Then, when the high tension steel plate S1 is carried in between the primary forming upper die 6 and the primary forming lower die 7 of the primary forming die 3a and the primary forming die 3a is closed, FIGS. 3 and 4 show. As shown in the above, the high tension steel plate S1 is plastically deformed so that the angle of the region to be the vertical wall portion 10b is blunt with respect to the region to be the upper surface portion 10a due to the mold closing operation of the primary forming die 3a. At the same time, the high tension steel plate S1 is plastically deformed so that the angle of the region of each flange portion 10c with respect to the region of each vertical wall portion 10b is about 90 degrees, so that the primary molded body P1 can be obtained.

As shown in FIGS. 6 to 11, the secondary molding step 4 includes a secondary molding die 4a that plastically deforms the primary molded body P1 by applying pressure from above and below.

The secondary forming die 4a includes an upper die 8 for secondary forming and a lower die 9 for secondary forming that face each other vertically, and an upper die 8 for secondary forming is used for secondary forming by a press machine (not shown). It is designed to move up and down with respect to the lower mold 9.

The secondary molding upper mold 8 has a secondary molding upper mold main body 81 in which a second accommodating recess 81a that opens downward is formed in the central portion, and a second accommodating recess 81a that is slidably accommodated in the second accommodating recess 81a. It is provided with a holder mold 82 for next molding.

The secondary forming holder mold 82 is urged downward by the secondary forming coil spring 83, and a part of the region protrudes downward from the opening portion of the second accommodating recess 81a in the state before the start of forming.

The lower surface of the holder mold 82 for secondary molding has a shape extending in the horizontal direction, and a first upper molding surface 8a corresponding to a region to be the upper surface portion 10a in the primary molding body P1 is formed.

On the other hand, around the opening of the second accommodating recess 81a in the upper mold main body 81 for secondary molding, a pair of upper surfaces extending gradually downward while being separated outward from the opening peripheral edge of the second accommodating recess 81a. A pair of second upper moldings having a shape extending in a substantially vertical direction downward from the extending end of each of the curved molding surfaces 8d and the upper curved molding surface 8d, and corresponding to a region to be a vertical wall portion 10b in the primary molded body P1. The third upper molded surface 8c has a substantially flat shape extending horizontally from the extending end of each of the second upper molded surfaces 8b to the surface 8b, and corresponds to the region of the primary molded body P1 that becomes the flange portion 10c. And have.
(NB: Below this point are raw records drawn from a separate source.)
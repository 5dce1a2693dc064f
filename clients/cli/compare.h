/* SPDX-License-Identifier: GPL-3.0-or-later */
/* Comparing an answer with what was expected of it. Everything expected must be there; what the
 * answer says besides is no difference. Pure: no network, no files. */
#ifndef LWC_COMPARE_H
#define LWC_COMPARE_H

#include "json.h"

typedef enum lwc_unit_kind {
    LWC_LENGTH,  /* tolerance in mm */
    LWC_ANGLE,   /* in degrees */
    LWC_RATIO,   /* margins, quaternions, matrix entries: plain numbers */
    LWC_READING, /* drives and joints: in the units of the reading */
    LWC_COUNT,   /* codes, counts, numbers of things: equal or not */
    LWC_UNIT_KINDS
} lwc_unit_kind;

/* Tolerances by kind, absolute; for ratios above one relative. The one for LWC_COUNT is not
 * used. */
typedef struct lwc_tolerance {
    double by_kind[LWC_UNIT_KINDS];
} lwc_tolerance;

/* A nanometre, about 0.004 arc seconds, and a millionth: far above the rounding of printed answers,
 * far below anything a machine shows. */
#define LWC_TOLERANCE_DEFAULT {{1e-6, 1e-6, 1e-6, 1e-6, 0.0}}

/* "length_mm", "angle_deg", "ratio", "reading". */
const char *lwc_unit_kind_name(lwc_unit_kind kind);
bool lwc_unit_kind_find(lwc_unit_kind *out, const char *name);

typedef struct lwc_difference {
    const char *pointer; /* into the expected answer */
    const cJSON *expected;
    const cJSON *got;     /* NULL where the answer lacks it */
    const char *note;     /* or NULL; why it differs where the values alone do not say */
    bool is_number;
    double off;           /* got - expected in the answer's units, angles by the short way */
    double tolerance;     /* in the answer's units */
    lwc_unit_kind kind;
} lwc_difference;

typedef void (*lwc_difference_seen)(void *context, const lwc_difference *difference);

typedef struct lwc_compare_rules {
    lwc_tolerance tolerance;
    /* Up to two objects, the nearer first (a question's line, the file's head), that may hold
     *   "at": {"/solutions/STAR/drives/m1": 0.01}   STAR is '*' and stands for one step; in the
     *                                               answer's units; beats the kinds
     *   "check": ["digest"]                         compared although left out by default
     *   "ignore": ["reason"]                        left out */
    const cJSON *source[2];
    const char *check; /* comma lists of the same from the command line, or NULL */
    const char *ignore;
} lwc_compare_rules;

/* Number of differences; each is handed to `seen` (may be NULL) while it is borrowed. */
size_t lwc_compare(const cJSON *expected, const cJSON *got, const lwc_compare_rules *rules,
                   lwc_difference_seen seen, void *context);

/* The answer cut down to the members `expected` has, for rewriting an expectation. */
cJSON *lwc_narrow(const cJSON *expected, const cJSON *got);

#endif
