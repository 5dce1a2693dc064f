/* SPDX-License-Identifier: GPL-3.0-or-later */
/* Answers about moves in words and tables: path and free-travel. Called by answer.c. */
#include "answer_parts.h"

#include <string.h>

#include "table.h"

static void cell_number(lwc_table *table, const cJSON *item)
{
    lwc_text text = {0};
    if (cJSON_IsNumber(item)) {
        lwc_text_number(&text, item->valuedouble, 6);
    }
    lwc_table_text(table, text.len > 0 ? text.data : "-");
    lwc_text_clear(&text);
}

/* "limit m2", "margin load", "inverse limb-3"; "" where nothing stopped it. */
static void stopped_by(lwc_text *out, const cJSON *move)
{
    static const char *const NAMES[] = {"margin", "limb", "drive"};
    const char *cause = lwc_json_string(move, "cause");
    const cJSON *limit = NULL;
    lwc_text_puts(out, cause != NULL ? cause : "");
    cJSON_ArrayForEach(limit, lwc_json_get(move, "limits_broken"))
    {
        const char *name = lwc_json_string(limit, "name");
        lwc_text_printf(out, " %s", name != NULL ? name : "?");
    }
    bool limited = cJSON_GetArraySize(lwc_json_get(move, "limits_broken")) > 0;
    for (size_t i = 0; i < sizeof NAMES / sizeof NAMES[0] && !limited; i++) {
        const char *name = lwc_json_string(move, NAMES[i]);
        if (name != NULL) {
            lwc_text_printf(out, "%s%s", out->len > 0 ? " " : "", name);
        }
    }
}

static void cell_stopped(lwc_table *table, const cJSON *move)
{
    lwc_text raw = {0};
    lwc_text text = {0};
    stopped_by(&raw, move);
    lwc_text_safe(&text, lwc_text_string(&raw), raw.len);
    lwc_table_text(table, text.len > 0 ? text.data : "-");
    lwc_text_clear(&text);
    lwc_text_clear(&raw);
}

static void cell_verdict(lwc_table *table, const cJSON *move)
{
    lwc_text text = {0};
    const char *outcome = lwc_json_string(move, "outcome");
    double code = 0.0;
    if (cJSON_IsFalse(lwc_json_get(move, "examined"))) {
        lwc_text_puts(&text, "not examined");
    } else if (lwc_json_number(move, "code", &code) && outcome != NULL) {
        lwc_text_printf(&text, "%.0f ", code);
        lwc_text_safe(&text, outcome, strlen(outcome));
    }
    lwc_table_text(table, text.len > 0 ? text.data : "-");
    lwc_text_clear(&text);
}

/* The margin that comes lowest along a move: of the ratios, else of travel and hold. */
static const cJSON *least_of(const cJSON *least)
{
    const cJSON *found = NULL;
    double lowest = 0.0;
    for (int pass = 0; pass < 2 && found == NULL; pass++) {
        const cJSON *member = NULL;
        cJSON_ArrayForEach(member, least)
        {
            bool scale = strcmp(member->string, "travel") == 0 ||
                         strcmp(member->string, "hold") == 0;
            double value = 0.0;
            if (scale == (pass == 1) && lwc_json_number(member, "value", &value) &&
                (found == NULL || value < lowest)) {
                found = member;
                lowest = value;
            }
        }
    }
    return found;
}

static void line_name(lwc_text *out, const cJSON *move)
{
    const char *line = lwc_json_string(move, "line");
    double no = 0.0;
    if (line != NULL) {
        lwc_text_safe(out, line, strlen(line));
    } else if (lwc_json_number(move, "no", &no)) {
        lwc_text_printf(out, "%.0f", no);
    }
}

static void move_row(lwc_table *table, const cJSON *move)
{
    const cJSON *least = least_of(lwc_json_get(move, "least"));
    lwc_text text = {0};
    line_name(&text, move);
    lwc_table_text(table, text.len > 0 ? text.data : "-");
    lwc_text_clear(&text);
    lwc_table_value(table, lwc_json_get(move, "move"));
    cell_verdict(table, move);
    cell_number(table, lwc_json_get(move, "at"));
    lwc_table_text(table, least != NULL ? least->string : "-");
    cell_number(table, lwc_json_get(least, "value"));
    cell_number(table, lwc_json_get(least, "at_least"));
    cell_number(table, lwc_json_get(least, "at"));
    cell_stopped(table, move);
}

/* Reason, limits and the interval left open of a move that is not clear, and what would help. */
static void show_trouble(lwc_text *out, const cJSON *move)
{
    double code = 0.0;
    const char *reason = lwc_json_string(move, "reason");
    if (!lwc_json_number(move, "code", &code) || code < 1.5) {
        return;
    }
    lwc_text_putc(out, '\n');
    line_name(out, move);
    if (reason != NULL) {
        lwc_text_puts(out, ": ");
        lwc_text_safe(out, reason, strlen(reason));
    }
    lwc_text_putc(out, '\n');
    lwc_show_limits(out, lwc_json_get(move, "limits_broken"));
    if (cJSON_IsArray(lwc_json_get(move, "open"))) {
        lwc_text_puts(out, "  open: ");
        lwc_value_line(out, lwc_json_get(move, "open"));
        lwc_text_puts(out, " of the move; more --budget may settle it\n");
    }
    const char *next = lwc_verdict_next((long)code);
    lwc_text_printf(out, "  next: %s\n", next != NULL ? next : "look at the answer with --json");
}

void lwc_show_path(lwc_text *out, const cJSON *answer)
{
    static const char *const HEAD[] = {"line", "move",     "verdict",  "at", "least margin",
                                       "value", "at least", "where", "stopped by"};
    enum { COLUMNS = sizeof HEAD / sizeof HEAD[0] };
    const cJSON *move = NULL;
    lwc_table table;
    lwc_table_init(&table, COLUMNS);
    for (size_t i = 0; i < COLUMNS; i++) {
        lwc_table_text(&table, HEAD[i]);
    }
    cJSON_ArrayForEach(move, lwc_json_get(answer, "moves"))
    {
        move_row(&table, move);
    }
    lwc_text_puts(out, "\nmoves (at and where: share of the move, 0 to 1; at least: proved for "
                       "every point)\n");
    lwc_table_print(out, &table, 2);
    lwc_table_clear(&table);
    cJSON_ArrayForEach(move, lwc_json_get(answer, "moves"))
    {
        show_trouble(out, move);
    }
}

/* ---- free travel ---------------------------------------------------------------------------- */

static void way_row(lwc_table *table, const char *part, const char *axis, const char *sense,
                    const cJSON *way)
{
    lwc_text text = {0};
    lwc_text_printf(&text, "%s %s%s", part, sense, axis);
    lwc_table_text(table, text.data);
    lwc_text_clear(&text);
    if (!cJSON_IsObject(way)) {
        lwc_table_text(table, "no such freedom");
        for (size_t i = 0; i < 3; i++) {
            lwc_table_text(table, "-");
        }
        return;
    }
    cell_number(table, lwc_json_get(way, "at_least"));
    cell_number(table, lwc_json_get(way, "blocked_at"));
    cell_verdict(table, way);
    cell_stopped(table, way);
}

void lwc_show_travel(lwc_text *out, const cJSON *answer)
{
    static const char *const HEAD[] = {"way", "free at least", "blocked at", "verdict",
                                       "stopped by"};
    static const char *const PARTS[] = {"along", "about"};
    static const char *const AXES[] = {"x", "y", "z"};
    lwc_table table;
    lwc_table_init(&table, 5);
    for (size_t i = 0; i < 5; i++) {
        lwc_table_text(&table, HEAD[i]);
    }
    for (size_t i = 0; i < 6; i++) {
        const cJSON *axis = lwc_json_get(lwc_json_get(answer, PARTS[i / 3]), AXES[i % 3]);
        if (cJSON_IsObject(axis)) {
            way_row(&table, PARTS[i / 3], AXES[i % 3], "-", lwc_json_get(axis, "minus"));
            way_row(&table, PARTS[i / 3], AXES[i % 3], "+", lwc_json_get(axis, "plus"));
        }
    }
    lwc_text_puts(out, "\nfree travel along and about the tool's own axes, each way alone\n");
    lwc_table_print(out, &table, 2);
    lwc_table_clear(&table);
}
As shown in FIG. 7, the first upper forming surface 8a and the first pressing surface 80a continuous with the R stop of one of the upper curved forming surfaces 8d in a state where the upper die 8 for secondary forming reaches the bottom dead center. The second pressing surface 80b continuous with the R stop of the other upper curved forming surface 8d, the first pressing surface 80a, and the second pressing surface 80b in a state where the upper die 8 for secondary forming reaches the bottom dead center. It is composed of a third pressing surface 80c that is continuous between them, and the first pressing surface 80a, the third pressing surface 80c, and the second pressing surface 80b are smoothly continuous.

The first pressing surface 80a, the second pressing surface 80b, and the third pressing surface 80c are gently curved, and assuming that the respective radii of curvature are R1, R2, and R3, the relationship is R3> R1 = R2.

Further, the third pressing surface 80c has a gently curved shape in which the central portion of the third pressing surface 80c projects downward by the amount of protrusion h.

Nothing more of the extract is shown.